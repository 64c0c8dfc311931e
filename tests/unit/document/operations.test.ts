import { describe, expect, test } from 'vitest'
import type { Diagram } from '@shared/document/model'
import { NODE_KINDS, nodeSchema } from '@shared/document/model'
import {
  applyOperation,
  nodePatchSchema,
  OPS,
  OperationError,
  operationSchema,
  parseOperation,
  type Operation,
} from '@shared/document/operations'
import { sampleDiagram } from './sample'

const node = (doc: Diagram, id: string) => doc.nodes.find((item) => item.id === id)
const pipe = (doc: Diagram, id: string) => doc.pipes.find((item) => item.id === id)

describe('applyOperation: each op applies', () => {
  test.each<[string, Operation, (after: Diagram) => void]>([
    [
      'node.add fills defaults and appends',
      { type: 'node.add', node: { id: 'J3', kind: 'junction', label: '', elevationM: 0 } },
      (after) =>
        expect(after.nodes.at(-1)).toEqual({
          id: 'J3',
          kind: 'junction',
          label: '',
          elevationM: 0,
        }),
    ],
    [
      'node.add at an index',
      {
        type: 'node.add',
        node: { id: 'E1', kind: 'equipment', label: 'Boiler fill', elevationM: 0, flowLps: 0.2 },
        index: 0,
      },
      (after) => expect(after.nodes[0]!.id).toBe('E1'),
    ],
    [
      'node.update changes kind fields and label',
      { type: 'node.update', id: 'F1', patch: { count: 4, label: 'Washroom' } },
      (after) =>
        expect(node(after, 'F1')).toMatchObject({
          count: 4,
          label: 'Washroom',
          fixture: 'lavatory',
        }),
    ],
    [
      'node.update with null clears an optional field',
      { type: 'node.update', id: 'J2', patch: { levelId: null } },
      (after) => expect(node(after, 'J2')).not.toHaveProperty('levelId'),
    ],
    [
      'node.update with null on a defaulted field restores the default',
      { type: 'node.update', id: 'M1', patch: { lossKPa: null } },
      (after) => expect(node(after, 'M1')).toMatchObject({ lossKPa: 0 }),
    ],
    [
      'node.move sets position, level and elevation',
      { type: 'node.move', id: 'J2', position: { x: 40, y: 80 }, levelId: 'L3', elevationM: 6.4 },
      (after) =>
        expect(node(after, 'J2')).toMatchObject({
          position: { x: 40, y: 80 },
          levelId: 'L3',
          elevationM: 6.4,
        }),
    ],
    [
      'node.move leaves level and elevation alone when not given',
      { type: 'node.move', id: 'J2', position: { x: 1, y: 2 } },
      (after) => expect(node(after, 'J2')).toMatchObject({ levelId: 'L2', elevationM: 3.2 }),
    ],
    [
      'node.remove takes its pipes with it',
      { type: 'node.remove', id: 'J2' },
      (after) => {
        expect(node(after, 'J2')).toBeUndefined()
        expect(after.pipes.map((item) => item.id)).toEqual(['P1', 'P2', 'P3', 'P6'])
      },
    ],
    [
      'pipe.add',
      { type: 'pipe.add', pipe: { id: 'P7', from: 'WH1', to: 'J2', system: 'hot', lengthM: 5 } },
      (after) => expect(pipe(after, 'P7')).toMatchObject({ from: 'WH1', to: 'J2' }),
    ],
    [
      'pipe.update locks a size and clears it again with null',
      {
        type: 'batch',
        ops: [
          { type: 'pipe.update', id: 'P4', patch: { nominal: '1-1/4', material: 'pex' } },
          { type: 'pipe.update', id: 'P4', patch: { nominal: null } },
        ],
      },
      (after) =>
        expect(pipe(after, 'P4')).toEqual({
          id: 'P4',
          from: 'J1',
          to: 'J2',
          system: 'cold',
          lengthM: 4,
          material: 'pex',
        }),
    ],
    [
      'pipe.update re-routes a pipe',
      { type: 'pipe.update', id: 'P5', patch: { from: 'J1' } },
      (after) => expect(pipe(after, 'P5')!.from).toBe('J1'),
    ],
    [
      'pipe.remove',
      { type: 'pipe.remove', id: 'P6' },
      (after) => expect(pipe(after, 'P6')).toBeUndefined(),
    ],
    [
      'settings.update changes only the named settings',
      { type: 'settings.update', patch: { fittingAllowance: 0.4, loadBasis: 'per-fixture' } },
      (after) =>
        expect(after.settings).toMatchObject({
          fittingAllowance: 0.4,
          loadBasis: 'per-fixture',
          material: 'copper-l',
        }),
    ],
    [
      'level.add',
      { type: 'level.add', level: { id: 'L4', name: 'Basement', elevationM: -3 }, index: 0 },
      (after) => expect(after.levels[0]).toEqual({ id: 'L4', name: 'Basement', elevationM: -3 }),
    ],
    [
      'level.update',
      { type: 'level.update', id: 'L2', patch: { name: 'Level 1' } },
      (after) => expect(after.levels[1]).toEqual({ id: 'L2', name: 'Level 1', elevationM: 3.2 }),
    ],
    [
      'level.remove of an unused level',
      { type: 'level.remove', id: 'L3' },
      (after) => expect(after.levels).toHaveLength(2),
    ],
    [
      'diagram.rename',
      { type: 'diagram.rename', name: 'Block B' },
      (after) => expect(after.name).toBe('Block B'),
    ],
    [
      'batch applies its steps in order',
      {
        type: 'batch',
        ops: [
          { type: 'node.add', node: { id: 'J3', kind: 'junction', label: '', elevationM: 0 } },
          {
            type: 'pipe.add',
            pipe: { id: 'P7', from: 'J2', to: 'J3', system: 'cold', lengthM: 2 },
          },
          {
            type: 'batch',
            ops: [{ type: 'node.update', id: 'J3', patch: { label: 'Riser top' } }],
          },
        ],
      },
      (after) => {
        expect(node(after, 'J3')!.label).toBe('Riser top')
        expect(pipe(after, 'P7')!.to).toBe('J3')
      },
    ],
  ])('%s', (_name, op, check) => {
    const doc = sampleDiagram()
    const before = structuredClone(doc)
    check(applyOperation(doc, op))
    expect(doc).toEqual(before)
  })

  test('untouched items are shared, not copied', () => {
    const doc = sampleDiagram()
    const after = applyOperation(doc, { type: 'node.update', id: 'F1', patch: { count: 2 } })
    expect(after.nodes[0]).toBe(doc.nodes[0])
    expect(after.pipes).toBe(doc.pipes)
  })
})

describe('applyOperation: refusals name the ids and fields', () => {
  test.each<[string, unknown, string, RegExp, string[]]>([
    [
      'duplicate node',
      { type: 'node.add', node: { id: 'J1', kind: 'junction' } },
      'duplicate-id',
      /^node\.add: a node with id J1 already exists$/,
      ['J1'],
    ],
    [
      'bad node value',
      { type: 'node.add', node: { id: 'F9', kind: 'fixture', fixture: 'shower', count: 0 } },
      'invalid',
      /^node\.add F9: node\.count: Too small/,
      ['F9'],
    ],
    [
      'node on an unknown level',
      { type: 'node.add', node: { id: 'J9', kind: 'junction', levelId: 'L9' } },
      'not-found',
      /^node\.add J9: level L9 does not exist$/,
      ['J9', 'L9'],
    ],
    [
      'update of a missing node',
      { type: 'node.update', id: 'J9', patch: { label: 'x' } },
      'not-found',
      /^node\.update: no node with id J9$/,
      ['J9'],
    ],
    [
      'patch touching kind',
      { type: 'node.update', id: 'J1', patch: { kind: 'fixture' } },
      'invalid',
      /^node\.update J1: patch: Unrecognized key: "kind"$/,
      ['J1'],
    ],
    [
      'patch touching id',
      { type: 'node.update', id: 'J1', patch: { id: 'J7' } },
      'invalid',
      /^node\.update J1: patch: Unrecognized key: "id"$/,
      ['J1'],
    ],
    [
      'field of another kind',
      { type: 'node.update', id: 'J1', patch: { pressureKPa: 300 } },
      'invalid',
      /^node\.update J1: a junction node has no field "pressureKPa"$/,
      ['J1'],
    ],
    [
      'out-of-range value',
      { type: 'node.update', id: 'F1', patch: { count: 501 } },
      'invalid',
      /^node\.update F1: patch\.count: Too big/,
      ['F1'],
    ],
    [
      'clearing a required field',
      { type: 'node.update', id: 'S1', patch: { pressureKPa: null } },
      'invalid',
      /^node\.update S1: pressureKPa: /,
      ['S1'],
    ],
    [
      'move of a missing node',
      { type: 'node.move', id: 'F9', position: { x: 0, y: 0 } },
      'not-found',
      /^node\.move: no node with id F9$/,
      ['F9'],
    ],
    [
      'move to a non-number',
      { type: 'node.move', id: 'F1', position: { x: Number.NaN, y: 0 } },
      'invalid',
      /^node\.move F1: position\.x: /,
      ['F1'],
    ],
    [
      'move to an unknown level',
      { type: 'node.move', id: 'F1', position: { x: 0, y: 0 }, levelId: 'L8' },
      'not-found',
      /^node\.move F1: level L8 does not exist$/,
      ['F1', 'L8'],
    ],
    [
      'remove of a missing node',
      { type: 'node.remove', id: 'J9' },
      'not-found',
      /^node\.remove: no node with id J9$/,
      ['J9'],
    ],
    [
      'duplicate pipe',
      { type: 'pipe.add', pipe: { id: 'P1', from: 'J1', to: 'J2', system: 'cold', lengthM: 1 } },
      'duplicate-id',
      /^pipe\.add: a pipe with id P1 already exists$/,
      ['P1'],
    ],
    [
      'pipe to missing nodes',
      { type: 'pipe.add', pipe: { id: 'P9', from: 'J7', to: 'J8', system: 'cold', lengthM: 1 } },
      'not-found',
      /^pipe\.add P9: node J7, J8 does not exist$/,
      ['P9', 'J7', 'J8'],
    ],
    [
      'pipe with an unknown system',
      { type: 'pipe.add', pipe: { id: 'P9', from: 'J1', to: 'J2', system: 'warm', lengthM: 1 } },
      'invalid',
      /^pipe\.add P9: pipe\.system: /,
      ['P9'],
    ],
    [
      'update of a missing pipe',
      { type: 'pipe.update', id: 'P9', patch: { lengthM: 2 } },
      'not-found',
      /^pipe\.update: no pipe with id P9$/,
      ['P9'],
    ],
    [
      're-route to a missing node',
      { type: 'pipe.update', id: 'P4', patch: { to: 'F8' } },
      'not-found',
      /^pipe\.update P4: node F8 does not exist$/,
      ['P4', 'F8'],
    ],
    [
      'pipe length as text',
      { type: 'pipe.update', id: 'P4', patch: { lengthM: '4 m' } },
      'invalid',
      /^pipe\.update P4: patch\.lengthM: /,
      ['P4'],
    ],
    [
      'remove of a missing pipe',
      { type: 'pipe.remove', id: 'P9' },
      'not-found',
      /^pipe\.remove: no pipe with id P9$/,
      ['P9'],
    ],
    [
      'setting out of range',
      { type: 'settings.update', patch: { fittingAllowance: 5 } },
      'invalid',
      /^settings\.update: patch\.fittingAllowance: Too big/,
      [],
    ],
    [
      'unknown setting',
      { type: 'settings.update', patch: { colour: 'blue' } },
      'invalid',
      /^settings\.update: patch: Unrecognized key: "colour"$/,
      [],
    ],
    [
      'duplicate level',
      { type: 'level.add', level: { id: 'L1', name: 'Again', elevationM: 0 } },
      'duplicate-id',
      /^level\.add: a level with id L1 already exists$/,
      ['L1'],
    ],
    [
      'update of a missing level',
      { type: 'level.update', id: 'L9', patch: { name: 'x' } },
      'not-found',
      /^level\.update: no level with id L9$/,
      ['L9'],
    ],
    [
      'blank level name',
      { type: 'level.update', id: 'L1', patch: { name: '   ' } },
      'invalid',
      /^level\.update L1: patch\.name: /,
      ['L1'],
    ],
    [
      'remove of a level in use',
      { type: 'level.remove', id: 'L2' },
      'in-use',
      /^level\.remove L2: still used by node J2, F1; move them first$/,
      ['L2', 'J2', 'F1'],
    ],
    [
      'over-long name',
      { type: 'diagram.rename', name: 'x'.repeat(121) },
      'invalid',
      /^diagram\.rename: name: Too big/,
      [],
    ],
    [
      'unknown op type',
      { type: 'node.paint', id: 'J1' },
      'invalid',
      /^node\.paint J1: type: unknown operation type "node\.paint"/,
      ['J1'],
    ],
    ['not an object', null, 'invalid', /^operation: /, []],
    [
      'failing batch step',
      {
        type: 'batch',
        ops: [
          { type: 'pipe.remove', id: 'P6' },
          {
            type: 'pipe.add',
            pipe: { id: 'P1', from: 'J1', to: 'J2', system: 'cold', lengthM: 1 },
          },
        ],
      },
      'duplicate-id',
      /^batch step 2: pipe\.add: a pipe with id P1 already exists$/,
      ['P1'],
    ],
    [
      'malformed op inside a batch',
      {
        type: 'batch',
        ops: [
          { type: 'pipe.remove', id: 'P6' },
          { type: 'node.update', id: 'F1', patch: { count: 'many' } },
        ],
      },
      'invalid',
      /^batch step 2: node\.update F1: patch\.count: /,
      ['F1'],
    ],
  ])('%s', (_name, op, code, message, ids) => {
    const doc = sampleDiagram()
    const before = structuredClone(doc)
    let caught: unknown
    try {
      applyOperation(doc, op as Operation)
    } catch (error) {
      caught = error
    }
    expect(caught).toBeInstanceOf(OperationError)
    const error = caught as OperationError
    expect(error.message).toMatch(message)
    expect(error.code).toBe(code)
    expect(error.ids).toEqual(expect.arrayContaining(ids))
    expect(doc).toEqual(before)
  })
})

describe('operation schema', () => {
  test('every op type is listed in OPS and parses', () => {
    const parsed = Object.values(OPS).map(
      (type) => operationSchema.safeParse({ type }).error?.issues[0]?.path,
    )
    // Each fails on a payload field, never on the discriminator.
    for (const path of parsed) expect(path).not.toEqual(['type'])
  })

  test('a node patch can reach every field of every kind except id and kind', () => {
    const patchable = new Set(Object.keys(nodePatchSchema.shape))
    for (const kind of nodeSchema.options) {
      for (const field of Object.keys(kind.shape)) {
        if (field !== 'id' && field !== 'kind')
          expect(patchable, `${kind.shape.kind.value}.${field}`).toContain(field)
      }
    }
    expect(NODE_KINDS).toHaveLength(nodeSchema.options.length)
  })

  test('parseOperation returns a JSON round-trippable op', () => {
    const op = parseOperation({
      type: 'node.move',
      id: ' J1 ',
      position: { x: 1, y: 2 },
      levelId: null,
    })
    expect(op).toEqual({ type: 'node.move', id: 'J1', position: { x: 1, y: 2 }, levelId: null })
    expect(JSON.parse(JSON.stringify(op))).toEqual(op)
  })
})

Requirement
All lines with the string "batch" must be copied from the data.

Result of this exercise
        type: 'batch',
      'batch applies its steps in order',
        type: 'batch',
            type: 'batch',
      'failing batch step',
        type: 'batch',
      /^batch step 2: pipe\.add: a pipe with id P1 already exists$/,
      'malformed op inside a batch',
        type: 'batch',
      /^batch step 2: node\.update F1: patch\.count: /,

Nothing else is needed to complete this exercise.